Neurophenomenological research must embrace systematic and thorough creation of SMMs as part of the neurophenomenology as applied philosophy in the research world. Its intrinsically interdisciplinary nature demands that contributing domain experts avoid the “passing the baton” approach that can result in a mere collection of data in a non-contextualized way (Van Rijnsoever and Hessels, 2011). Each part of the project (in this case, analysis of texts, analysis of images, construction of the simulation, neurological data collection, questionnaire administration, phenomenological interview) has to be understood by all members of the team in terms of the whole (Bockelman Morrow and Fiore, 2013). As described in the previous section, our team for the baseline experiment consisted of human factors psychologists, philosophers, art historians, astronauts, simulation developers, and computer engineers. Each contributing member adds value, but entered the collaboration with differing vocabulary or semantics for concepts and constructs. Working culture for each was substantially different, yet understandable for the given domain. According to expertise, each allocates priorities of tasks differently. The NP approach can only be accomplished with all contributing members operating from a shared lexicon and conceptual framework. To achieve that, specific techniques for accomplishing the SMM vary and should be considered according to the group and its circumstances (Cannon-Bowers et al., 1993). In preparation of another round of studies based on the preliminary findings of the baseline experiment, the following techniques have been employed: concept mapping prior to experimentation, ongoing training of researchers regarding NP theories and methods, and preparing analysis to handle the complexities inherent to the NP data. These are examples of techniques for addressing the needed SMM. Logistically, these take time. Scheduling regular meetings for brainstorming and teaching, as well as creating a glossary and living conceptual framework document are simple practices and tools for successful NP implementation. The outcome should not only be a productive experimental development collaboration, but also lead to synthesized results, not individualistic pieces in interpretation from each domain’s perspective. Instead the results are the whole or a big chunk of puzzle.

LESSON #2

Neurophenomenological experimentation should be held to the high standards of experimental design and execution to achieve variable control, reliability, generalizability, and replication of results.
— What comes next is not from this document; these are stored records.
package dev.lawful.cli;

import dev.lawful.examples.demo.DemoReport;
import dev.lawful.examples.demo.Progress;
import dev.lawful.examples.demo.Scenario;
import dev.lawful.examples.demo.ScenarioTrainer;
import dev.lawful.examples.demo.Scenarios;
import java.io.IOException;
import java.io.PrintStream;
import java.io.PrintWriter;
import java.nio.file.Files;
import java.nio.file.Path;
import java.util.List;
import java.util.concurrent.Callable;
import picocli.CommandLine.Command;
import picocli.CommandLine.Model.CommandSpec;
import picocli.CommandLine.Option;
import picocli.CommandLine.Parameters;
import picocli.CommandLine.ParentCommand;
import picocli.CommandLine.Spec;

/**
 * {@code lawful demo [reformer|column|exchanger|all] [--out DIR] [--epochs N] [--samples N] [--seed S] [--quiet]}:
 * runs worked scenarios end to end. For each it generates data with the scenario's physical model, trains three
 * networks on the same data, split and seed (unconstrained, soft penalty, exact law vertex), prints the comparison
 * table and writes the report (table, JSON, CSV, plots) under {@code DIR/NAME}. Progress bars go to standard error
 * when it is a terminal, results to standard output.
 *
 * <p>Exit status: {@value Lawful#EXIT_OK} when the run finished and the exact network obeyed every law within the
 * documented bound on every test row; {@value Lawful#EXIT_INVALID} when it did not (a defect to report);
 * {@value Lawful#EXIT_USAGE} for a usage error or a report that cannot be written.
 */
@Command(name = "demo",
        mixinStandardHelpOptions = true,
        version = Lawful.VERSION,
        description = {
            "Runs worked scenarios end to end: generates data with a physical model, trains three networks on the "
                    + "same data (unconstrained, with a soft law penalty, and with the laws enforced exactly), and "
                    + "compares their test error and law residuals in a table, JSON, CSV files and plots.",
            "Scenarios: reformer (steam reformer outlet, element balances), column (single-column moist "
                    + "atmosphere, water and energy budgets), exchanger (counterflow heat exchanger, energy balance "
                    + "with temperature-dependent heat capacities), or all."},
        exitCodeListHeading = "%nExit status:%n",
        exitCodeList = {
            "0:finished; the exact network obeyed every law within the documented bound",
            "1:the exact network missed the documented bound on some test row (please report it)",
            "2:usage error, or the report cannot be written"},
        footerHeading = "%nCaution:%n",
        footer = "The scenarios are demonstrations with simplified physics and demo parameters. A surrogate that obeys "
                + "its laws can still be wrong; no result here is a basis for operating or designing real plant or "
                + "forecasts without validation against trusted models, the applicable codes and licensed review.")
public final class DemoCommand implements Callable<Integer> {

    @Spec
    private CommandSpec spec;

    @ParentCommand
    private Lawful parent;

    @Parameters(index = "0", arity = "0..1", paramLabel = "SCENARIO", defaultValue = "all",
            description = "reformer, column, exchanger or all (default: ${DEFAULT-VALUE})")
    private String scenario;

    @Option(names = "--out", paramLabel = "DIR", defaultValue = "lawful-demo",
            description = "where the reports go, one folder per scenario (default: ${DEFAULT-VALUE})")
    private Path out;

    @Option(names = "--epochs", paramLabel = "N", description = "training epochs (default: the scenario's)")
    private Integer epochs;

    @Option(names = "--samples", paramLabel = "N", description = "rows generated, 80%% for training (default: the"
            + " scenario's)")
    private Integer samples;

    @Option(names = "--seed", paramLabel = "S", defaultValue = "1",
            description = "seed of data, split, initialisation and minibatch order (default: ${DEFAULT-VALUE})")
    private long seed;

    @Option(names = "--quiet", description = "no progress display (there is none when standard error is not a"
            + " terminal)")
    private boolean quiet;

    /** Creates the command; picocli calls this. */
    public DemoCommand() {
    }

    @Override
    public Integer call() {
        PrintWriter o = spec.commandLine().getOut();
        PrintWriter e = spec.commandLine().getErr();
        List<Scenario> chosen;
        if (scenario.equals("all")) {
            chosen = Scenarios.all();
        } else {
            Scenario s = Scenarios.named(scenario);
            if (s == null) {
                String near = dev.lawful.algebra.Names.nearest(scenario, Scenarios.names());
                e.println("lawful demo: unknown scenario '" + scenario + "'; choose one of "
                        + String.join(", ", Scenarios.names()) + " or all"
                        + (near == null ? "" : " (did you mean '" + near + "'?)"));
                return Lawful.EXIT_USAGE;
            }
            chosen = List.of(s);
        }
        if ((epochs != null && epochs < 1) || (samples != null && samples < 10)) {
            e.println("lawful demo: --epochs must be at least 1 and --samples at least 10");
            return Lawful.EXIT_USAGE;
        }
        String unusable = unusable(out, chosen);
        if (unusable != null) {
            e.println(unusable);
            return Lawful.EXIT_USAGE;
        }
        int status = Lawful.EXIT_OK;
        // bars are redrawn with carriage returns: only on a terminal, never into a log file or a pipe
        Progress progress = quiet || !parent.standardErrorIsTerminal() ? Progress.quiet()
                : Progress.console(new PrintStream(new WriterStream(e), true));
        for (Scenario s : chosen) {
            Scenario sized = s.withSize(samples == null ? s.samples() : samples, epochs == null ? s.epochs() : epochs);
            o.println("== " + s.title() + " ==");
            o.println("Caution: " + s.caution());
            o.flush();
            ScenarioTrainer.Outcome outcome = ScenarioTrainer.run(sized, seed, progress);
            Path dir = out.resolve(s.name());
            List<Path> files;
            DemoReport report = DemoReport.of(outcome);
            try {
                files = report.write(dir);
            } catch (IOException ex) {
                e.println("lawful demo: cannot write the report to " + dir + ": " + ex.getMessage());
                return Lawful.EXIT_USAGE;
            }
            o.println(report.table());
            o.println(report.verdict());
            o.println("Report and plots: " + dir.toAbsolutePath().normalize());
            for (Path f : files) {
                o.println("  " + f.getFileName());
            }
            o.println();
            o.flush();
            if (!report.exactWithinBound() || !report.exactInsideLimits()) {
                status = Lawful.EXIT_INVALID;
            }
        }
        return status;
    }

    /**
     * Checks before any training that the report folders can be made and written, so a bad {@code --out} fails in a
     * second rather than after minutes of training: each scenario's folder is created (with its parents) and a file
     * is created in it and deleted.
     *
     * @return the message for standard error, or null when every folder is writable
     */
    private static String unusable(Path out, List<Scenario> chosen) {
        if (Files.exists(out) && !Files.isDirectory(out)) {
            return "lawful demo: --out " + out + " is a file; give a folder (it is created if missing)";
        }
        for (Path p = out.toAbsolutePath().getParent(); p != null; p = p.getParent()) {
            if (Files.exists(p)) {
                if (!Files.isDirectory(p)) {
                    return "lawful demo: cannot write the report to " + out + ": " + p + " is a file, not a folder;"
                            + " give a writable folder with --out";
                }
                break;
            }
        }
        for (Scenario s : chosen) {
            Path dir = out.resolve(s.name());
            try {
                Files.createDirectories(dir);
                Files.delete(Files.createTempFile(dir, ".lawful-", ".probe"));
            } catch (IOException ex) {
                return "lawful demo: cannot write the report to " + dir + ": " + CheckCommand.reason(ex)
                        + "; give a writable folder with --out";
            }
        }
        return null;
    }

    /** Bytes to a writer, for the progress bars (they draw on a stream). */
    private static final class WriterStream extends java.io.OutputStream {
        private final PrintWriter writer;

        WriterStream(PrintWriter writer) {
            this.writer = writer;
        }

        @Override
        public void write(int b) {
            writer.write(b);
        }

        @Override
        public void write(byte[] b, int off, int len) {
            writer.write(new String(b, off, len, java.nio.charset.StandardCharsets.UTF_8));
        }

        @Override
        public void flush() {
            writer.flush();
        }
    }
}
In the complexities of carrying out an interdisciplinary study with multiple parts, problems can arise. In the baseline study, there were many possible variables that could have explained components of the experience (e.g., launch narrative, the mixed-reality components of the simulator, and changes in setting between experience and interview). It was therefore impossible to conclusively determine which manipulations generated the various aspects of the experiences. In part, this problem in the baseline study was the result of inadequate SMMs mentioned above. Team members, working within the confines of their own specialized disciplines were not always able to see the whole picture, and this had an effect on the overall design of the experiment. This, of course, is not inevitable, or necessarily a characteristic of other NP experiments, but that this problem did characterize the baseline study suggests that adopting different practices is something that needs to be made explicit. Accordingly, the second methodological lesson is a reminder that psychology and the cognitive sciences already have a time-tested tradition of precision in experimentation and that neurophenomenology can benefit from attending to many of the practices involved in this tradition.
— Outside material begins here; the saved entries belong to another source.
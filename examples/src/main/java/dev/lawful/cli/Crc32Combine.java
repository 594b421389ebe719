package dev.lawful.cli;

/**
 * The CRC-32 of two byte strings one after the other, from the CRC-32 of each and the second's length, without
 * reading the bytes again: zlib's {@code crc32_combine}, by multiplication of polynomials over GF(2) modulo the
 * CRC-32 polynomial (reflected {@code 0xEDB88320}, as {@link java.util.zip.CRC32} and ZIP use). Appending
 * {@code n} bytes to a string multiplies its CRC by {@code x^(8n)} modulo the polynomial; the powers
 * {@code x^(2^k)} are tabulated once.
 */
final class Crc32Combine {
    private static final int POLY = 0xEDB88320;
    /** {@code x^(2^k)} modulo the polynomial, for k = 0 … 31 (bit 31 is the coefficient of x^0). */
    private static final int[] X2N = new int[32];

    static {
        int p = 1 << 30; // x^1
        X2N[0] = p;
        for (int k = 1; k < 32; k++) {
            p = multiply(p, p);
            X2N[k] = p;
        }
    }

    private Crc32Combine() {
    }

    /**
     * @param first        the CRC-32 of the first string (the low 32 bits are used)
     * @param second       the CRC-32 of the second string (the low 32 bits are used)
     * @param secondLength the second string's length in bytes, not negative
     * @return the CRC-32 of the first string followed by the second, in the low 32 bits
     * @throws IllegalArgumentException when the length is negative
     */
    static long combine(long first, long second, long secondLength) {
        if (secondLength < 0) {
            throw new IllegalArgumentException("a length of " + secondLength + " bytes; expected 0 or more");
        }
        return Integer.toUnsignedLong(multiply(powerOfX(secondLength, 3), (int) first) ^ (int) second);
    }

    /** @return {@code a × b} modulo the polynomial, both reflected; {@code a} must not be zero */
    private static int multiply(int a, int b) {
        int m = 1 << 31;
        int p = 0;
        for (;;) {
            if ((a & m) != 0) {
                p ^= b;
                if ((a & (m - 1)) == 0) {
                    break;
                }
            }
            m >>>= 1;
            b = (b & 1) != 0 ? (b >>> 1) ^ POLY : b >>> 1;
        }
        return p;
    }

    /** @return {@code x^(n × 2^k)} modulo the polynomial */
    private static int powerOfX(long n, int k) {
        int p = 1 << 31; // x^0
        for (long rest = n; rest != 0; rest >>>= 1, k++) {
            if ((rest & 1) != 0) {
                p = multiply(X2N[k & 31], p);
            }
        }
        return p;
    }
}
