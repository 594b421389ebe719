package dev.lawful.cli;

/**
 * Ends a command early: the text to print on standard error and the exit status. Thrown by the steps shared by
 * {@code verify} and {@code complete} ({@link DataFiles}) and caught once in each command.
 */
final class CommandFailure extends Exception {
    private static final long serialVersionUID = 1L;
    private final int status;

    /**
     * @param status  the exit status, one of {@link Lawful#EXIT_INVALID} or {@link Lawful#EXIT_USAGE}
     * @param message the whole text for standard error (one or more lines, no final line end)
     */
    CommandFailure(int status, String message) {
        super(message);
        this.status = status;
    }

    /** @return the exit status */
    int status() {
        return status;
    }
}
As researchers design a NP experiment, they should consider many of the questions that their counterparts in traditional cognitive science might ask. For example, does it make sense to generalize first-person data? Cognitive scientists, with a firm footing in psychology, consider the extent to which any finding can be generalized to the population at large, and that consideration may affect the manner in which the data is both collected and handled. Neurophenomenologists need to grapple with that question as well, and avoid oversimplification of the factors that contribute to the results.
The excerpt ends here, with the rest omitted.